И мальчик, раздвинув руки, показывал, какой кусок он принесет. Омар бросал наземь его шапчонку и топтал ее ногами, а виновный визжал при этом, словно побитый щенок.
Омар брал под свою защиту малышей, которых тиранили старшие; взимаемая с них порция хлеба была лишь его заработной платой. Омару было десять лет, и это ставило его между приготовишками и старшими — верзилами, у которых над верхней губой чернел пушок. Старшие в отместку набрасывались на Омара, но с него были взятки гладки: он никогда не приносил с собой в школу хлеба. Расквасить друг другу нос, намять бока, разорвать и без того дырявые штаны — вот и все, чего достигали в этих стычках Омар и его недруги.
В Большом доме, где жил Омар, он добывал хлеб другим способом. Ямина, маленькая хорошенькая вдовушка, ежедневно приносила с рынка полную корзину провизии. Она часто давала поручения Омару. Он покупал ей уголь, таскал воду из общественного водоема, относил в пекарню хлебы на выпечку. За это Омар получал ломоть хлеба, фрукты или печеный перец, а изредка и кусок мяса или жареную сардинку. Иногда после завтрака или обеда она звала его к себе. Омар приподнимал занавеску — а во время еды ее опускали в каждой комнате, — Ямина приглашала мальчика войти и приносила тарелку с каким-нибудь припасенным для него лакомым кусочком; отломив горбушку от круглой белой ковриги, она подавала ее Омару.
— Ешь, мальчик.
Ямина оставляла его одного и принималась за уборку. Она отдавала Омару остатки еды, но это не были грязные объедки: самый брезгливый человек не погнушался бы таким угощением. Вдова не была груба с Омаром, не обращалась с ним, как с собакой, и мальчуган это ценил. Как хорошо не чувствовать себя униженным! Омара даже смущало внимание, которое выказывала ему вдова. И ей каждый раз приходилось уговаривать мальчика, чтобы он, наконец, взялся за еду.

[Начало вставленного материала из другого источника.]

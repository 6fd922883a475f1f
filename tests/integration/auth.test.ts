import { afterAll, describe, expect, test } from 'vitest';
import { DEMO_ACCOUNTS } from '../../seeds/data/demo-accounts';
import { testDb } from '../helpers/db';
import { HttpClient, signedInAs } from '../helpers/http';

const db = testDb();
afterAll(() => db.destroy());

type Me = { user: { email: string; roles: string[]; firms: { id: string }[] } };

describe('signing in', () => {
	test.each([
		['owner', ['contractor']],
		['electrician', ['contractor']],
		['inspector', ['inspector']],
		['homeowner', ['homeowner']],
		['homeowner2', ['homeowner']],
		['admin', ['administrator']],
	] as const)('the demo %s signs in and the session carries the %j role', async (who, roles) => {
		const client = await signedInAs(who);
		const me = await client.json<Me>('/api/me');
		expect(me.status).toBe(200);
		expect(me.body.user.email).toBe(DEMO_ACCOUNTS[who].email);
		expect(me.body.user.roles).toEqual(roles);
	});

	test('an e-mail typed in other letter case and with spaces still signs in', async () => {
		const client = new HttpClient();
		expect(
			await client.signIn(
				`  ${DEMO_ACCOUNTS.electrician.email.toUpperCase()} `,
				DEMO_ACCOUNTS.electrician.password,
			),
		).toBeNull();
	});

	test('a wrong password and an unknown account get the same answer', async () => {
		const wrong = await new HttpClient().signIn(DEMO_ACCOUNTS.homeowner2.email, 'not-the-password');
		const unknown = await new HttpClient().signIn('nobody-here@mail.example', 'not-the-password');
		expect(wrong).toBe('wrong_credentials');
		expect(unknown).toBe(wrong);
	});

	test('signing out ends the session', async () => {
		const client = await signedInAs('homeowner');
		const csrf = (await (await client.fetch('/api/auth/csrf')).json()) as { csrfToken: string };
		await client.fetch('/api/auth/signout', {
			method: 'POST',
			headers: { 'content-type': 'application/x-www-form-urlencoded', 'x-auth-return-redirect': '1' },
			body: new URLSearchParams({ csrfToken: csrf.csrfToken }),
		});
		expect((await client.json('/api/me')).status).toBe(401);
	});

	test('repeated failures for one account are refused for a while, even with the right password', async () => {
		const email = `throttle-${Date.now()}@mail.example`;
		await db('users').insert({
			email,
			name: 'Throttle Probe',
			password_hash: (await import('bcryptjs')).default.hashSync('right-password-1', 4),
		});
		try {
			const client = new HttpClient();
			for (let i = 0; i < 5; i++)
				expect(await client.signIn(email, 'wrong-password')).toBe('wrong_credentials');
			expect(await client.signIn(email, 'right-password-1')).toBe('throttled');
			expect(
				await db('sign_in_attempts')
					.where({ email, succeeded: false })
					.count<{ count: string }[]>('* as count'),
			).toEqual([{ count: '5' }]);
		} finally {
			await db('sign_in_attempts').where({ email }).delete();
			await db('users').where({ email }).delete();
		}
	});
});

describe('guards', () => {
	test.each(['/api/me', '/api/admin/overview', '/api/firms/00000000-0000-4000-8000-000000000000'])(
		'an anonymous call to %s gets 401 in the one error shape',
		async (path) => {
			const res = await new HttpClient().json<{ error: { code: string; message: string } }>(path);
			expect(res.status).toBe(401);
			expect(res.body.error.code).toBe('unauthenticated');
			expect(res.body.error.message).toMatch(/sign in/i);
		},
	);

	test.each(['owner', 'inspector', 'homeowner'] as const)(
		'the %s gets 403 from an administrators-only API',
		async (who) => {
			const res = await (await signedInAs(who)).json<{ error: { code: string } }>('/api/admin/overview');
			expect(res.status).toBe(403);
			expect(res.body.error.code).toBe('forbidden');
		},
	);

	test('the administrator reads the administrators-only API', async () => {
		const res = await (
			await signedInAs('admin')
		).json<{ firms: unknown[]; users: unknown[] }>('/api/admin/overview');
		expect(res.status).toBe(200);
		expect(res.body.users.length).toBeGreaterThanOrEqual(Object.keys(DEMO_ACCOUNTS).length);
	});

	test.each([
		['/contractor', 'homeowner'],
		['/inspector', 'owner'],
		['/admin', 'inspector'],
		['/homeowner', 'electrician'],
	] as const)('the page %s answers 403 to the %s', async (path, who) => {
		const res = await (await signedInAs(who)).fetch(path);
		expect(res.status).toBe(403);
		expect(await res.text()).toContain('not available to your account');
	});

	test('a signed-out visit to a protected page is sent to sign-in with the way back', async () => {
		const res = await new HttpClient().fetch('/contractor');
		expect(res.status).toBe(302);
		expect(res.headers.get('location')).toBe('/sign-in?next=%2Fcontractor');
	});
});

describe('firm data', () => {
	test('a contractor reads their own firm but not another firm', async () => {
		const owner = await signedInAs('owner');
		const me = (await owner.json<Me>('/api/me')).body.user;
		const ownFirm = await owner.json<{ firm: { name: string; members: unknown[] } }>(
			`/api/firms/${me.firms[0]!.id}`,
		);
		expect(ownFirm.status).toBe(200);
		expect(ownFirm.body.firm.members).toHaveLength(2);

		const email = `rival-${Date.now()}@rival-wiring.example`;
		const signUp = await new HttpClient().json<{ firmId: string }>('/api/sign-up', {
			method: 'POST',
			body: {
				firmName: 'Rival Wiring Ltd',
				licenceNumber: 'EC-2',
				name: 'Rhea Rival',
				email,
				password: 'a-long-password',
				confirmPassword: 'a-long-password',
			},
		});
		expect(signUp.status).toBe(201);
		try {
			const rival = await owner.json<{ error: { code: string }; firm?: unknown }>(
				`/api/firms/${signUp.body.firmId}`,
			);
			expect(rival.status).toBe(404);
			expect(rival.body.firm).toBeUndefined();
		} finally {
			await db('firms').where({ id: signUp.body.firmId }).delete();
			await db('users').where({ email }).delete();
		}
	});
});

На крытом школьном дворе Омар заприметил однажды малыша с большими черными, как антрацит, глазами, с бледным и беспокойным личиком. Он держался в сторонке. Омар наблюдал за ним: малыш стоял, прислонившись к столбу и заложив ручки за спину; он не принимал участия в играх. Омар обошел двор, внезапно появившись из-за ствола платана, как бы невзначай уронил у самых ног мальчика корку хлеба и убежал. Остановившись на довольно большом расстоянии, он поглядел на малыша. Омар видел, что тот не спускал глаз с хлеба, потом вдруг украдкой схватил его и впился в него зубами.
Ребенок весь дрожал. Его хилое тельце было облачено в тиковую куртку защитного цвета, на тонких ножках болтались слишком длинные штаны. Глаза его светились радостью; он повернулся лицом к столбу. Омар и сам не понимал, что с ним происходит. К горлу у него вдруг что-то подступило, он убежал на большой школьный двор и разрыдался.
* * *
— Это на обед?
Айни чистила дикие артишоки, маленькие и колючие.
— Да, на обед.
— В котором часу мы будем есть? Уже половина двенадцатого.

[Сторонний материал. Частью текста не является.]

import { json, parseBody, route } from '../../../../lib/api';
import { db } from '../../../../lib/db';
import { errors } from '../../../../lib/errors';
import { addCommentEntry, commentJobId } from '../../../../lib/repositories/review-comments';
import { requireUser } from '../../../../lib/roles';
import { commentEntrySchema } from '../../../../lib/schemas/review-comment';
import { jobForReview } from '../../../../lib/workflow/review';

/** An entry in a comment's thread: an answer, "addressed" (contractor), "resolved" or "reopened" (reviewer). */
export const POST = route(async ({ params, request, locals }) => {
	const user = requireUser(locals.user);
	const jobId = await commentJobId(db(), params.id ?? '');
	if (!jobId) throw errors.notFound('comment');
	const { sides } = await jobForReview(db(), user, jobId, false);
	const input = await parseBody(request, commentEntrySchema);
	return json({ comment: await addCommentEntry(db(), user.id, sides, params.id!, input) }, 201);
});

— Когда сварится, тогда и будем есть.
— Будь они прокляты, эти артишоки, вместе со всеми их предками.
Омар повернулся, чтобы снова убежать.
— Иди. Мужчинам нечего делать дома.
Мать подумала о Си Салахе, домовладельце, который терпеть не мог детей своих жильцов. Он запрещал ребятам играть во дворе, а если заставал их там, давал тумака и набрасывался с руганью на родителей. А те не смели слова вымолвить в ответ. Завидя хозяина, они застывали в униженной позе или спешили убраться восвояси. У них все нутро переворачивалось от чувства почтения и безмерного страха. Когда Си Салаха не было дома, на них с пронзительным криком налетала его жена, невзрачная и хитрая старушонка.